La Guinée-Bissau, petit pays d’Afrique de l’Ouest d’à peine deux millions d’habitants, vit depuis son indépendance en 1973, une histoire politique mouvementée. Entre coups d’État, rivalités de pouvoir et crise économique, le pays peine encore à trouver une véritable stabilité.
Depuis quelques années, la vie politique est marquée par des tensions régulières entre le président et le parlement. Les institutions fonctionnent difficilement et les changements de gouvernement sont fréquents.

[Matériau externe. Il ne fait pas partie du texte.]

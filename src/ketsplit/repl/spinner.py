"""A spinner with the elapsed time, for computations longer than half a second.

A background thread waits ``delay`` seconds, then redraws one line on the
terminal every tenth of a second until the computation ends; the line is
wiped when it stops, so results print on a clean line.  The computation
itself stays in the main thread, where Ctrl-C (KeyboardInterrupt) reaches it.
"""

from __future__ import annotations

import threading
import time
from typing import TextIO

FRAMES = "◐◓◑◒"
DELAY = 0.5
PERIOD = 0.1


class Spinner:
    """``with Spinner(stream): compute()`` shows ``◐ 1.4 s`` while ``compute`` runs."""

    def __init__(self, stream: TextIO, delay: float = DELAY, label: str = "computing") -> None:
        self.stream, self.delay, self.label = stream, delay, label
        self._stop = threading.Event()
        self._thread = threading.Thread(target=self._spin, name="ketsplit-spinner", daemon=True)
        self._start = 0.0
        self.shown = False   # whether the spinner ever drew (read by tests)

    def __enter__(self) -> "Spinner":
        self._start = time.monotonic()
        self._thread.start()
        return self

    def __exit__(self, *exc) -> None:
        self._stop.set()
        self._thread.join()

    def _spin(self) -> None:
        if self._stop.wait(self.delay):
            return
        frame = 0
        width = 0
        while not self._stop.is_set():
            line = f"\r{FRAMES[frame % len(FRAMES)]} {self.label}  {time.monotonic() - self._start:.1f} s"
            width = max(width, len(line))
            self._write(line)
            self.shown = True
            frame += 1
            self._stop.wait(PERIOD)
        self._write("\r" + " " * width + "\r")

    def _write(self, text: str) -> None:
        self.stream.write(text)
        self.stream.flush()
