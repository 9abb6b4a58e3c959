"""The shell's persistent history: one file under the user's data directory.

``$XDG_DATA_HOME/ketsplit/history`` when that variable holds an absolute
path (the XDG base-directory rule), else ``~/.local/share/ketsplit/history``.
"""

from __future__ import annotations

import os
from pathlib import Path
from typing import Mapping

from prompt_toolkit.history import FileHistory, History, InMemoryHistory


def history_path(environ: Mapping[str, str] | None = None) -> Path:
    environ = os.environ if environ is None else environ
    data_home = environ.get("XDG_DATA_HOME", "")
    if not os.path.isabs(data_home):
        home = environ.get("HOME") or str(Path.home())
        data_home = os.path.join(home, ".local", "share")
    return Path(data_home) / "ketsplit" / "history"


def open_history(path: Path | None = None) -> tuple[History, str | None]:
    """The history kept in ``path``, and a warning when it cannot be kept there.

    When the directory cannot be made or the file cannot be written the shell
    still works, with a history that lasts one session, and says so.
    """
    path = history_path() if path is None else path
    try:
        path.parent.mkdir(parents=True, exist_ok=True)
        with open(path, "a", encoding="utf-8"):
            pass
    except OSError as err:
        return InMemoryHistory(), (f"history is not kept across sessions: cannot write "
                                   f"{path} ({err.strerror or err})")
    return FileHistory(str(path)), None
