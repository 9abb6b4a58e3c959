"""Running one statement so that a Ctrl-C or an error leaves the Session as it was.

The Session's values are immutable (states, expressions, parameters), so a
shallow copy of its fields before a statement is a complete snapshot; on a
KeyboardInterrupt, an InputError or a bug, every field is put back.
"""

from __future__ import annotations

import copy
from dataclasses import fields
from typing import Callable, TypeVar

T = TypeVar("T")


def snapshot(session) -> dict[str, object]:
    return {f.name: copy.copy(getattr(session, f.name)) for f in fields(session)}


def restore(session, saved: dict[str, object]) -> None:
    for name, value in saved.items():
        setattr(session, name, value)


def guarded(session, action: Callable[[], T]) -> T:
    """``action()``; if it raises anything (Ctrl-C included), the session is rolled back."""
    saved = snapshot(session)
    try:
        return action()
    except BaseException:
        restore(session, saved)
        raise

Cela fragilise l’action publique et décourage souvent les investisseurs étrangers.
La Guinée-Bissau reste aussi confrontée à un problème bien connu : la présence des réseaux de trafic de drogue. Sa position géographique, entre l’Amérique latine et l’Europe, en fait une zone de transit pour la cocaïne. Ce phénomène accentue la corruption et complique la tâche des autorités.
Sur le plan social, la population vit majoritairement de l’agriculture, surtout de la noix de cajou, la principale ressource du pays. Mais les prix de ce produit varient beaucoup, ce qui rend l’économie fragile. L’éducation et la santé manquent encore de moyens, et beaucoup de jeunes rêvent d’émigrer vers l’Europe.
Malgré tout, la société civile, les organisations régionales comme la CEDEAO, et les partenaires internationaux poussent pour plus de stabilité. La Guinée-Bissau reste un pays stratégique en Afrique de l’Ouest, mais son avenir dépendra de la capacité de ses dirigeants à dialoguer et à renforcer les institutions.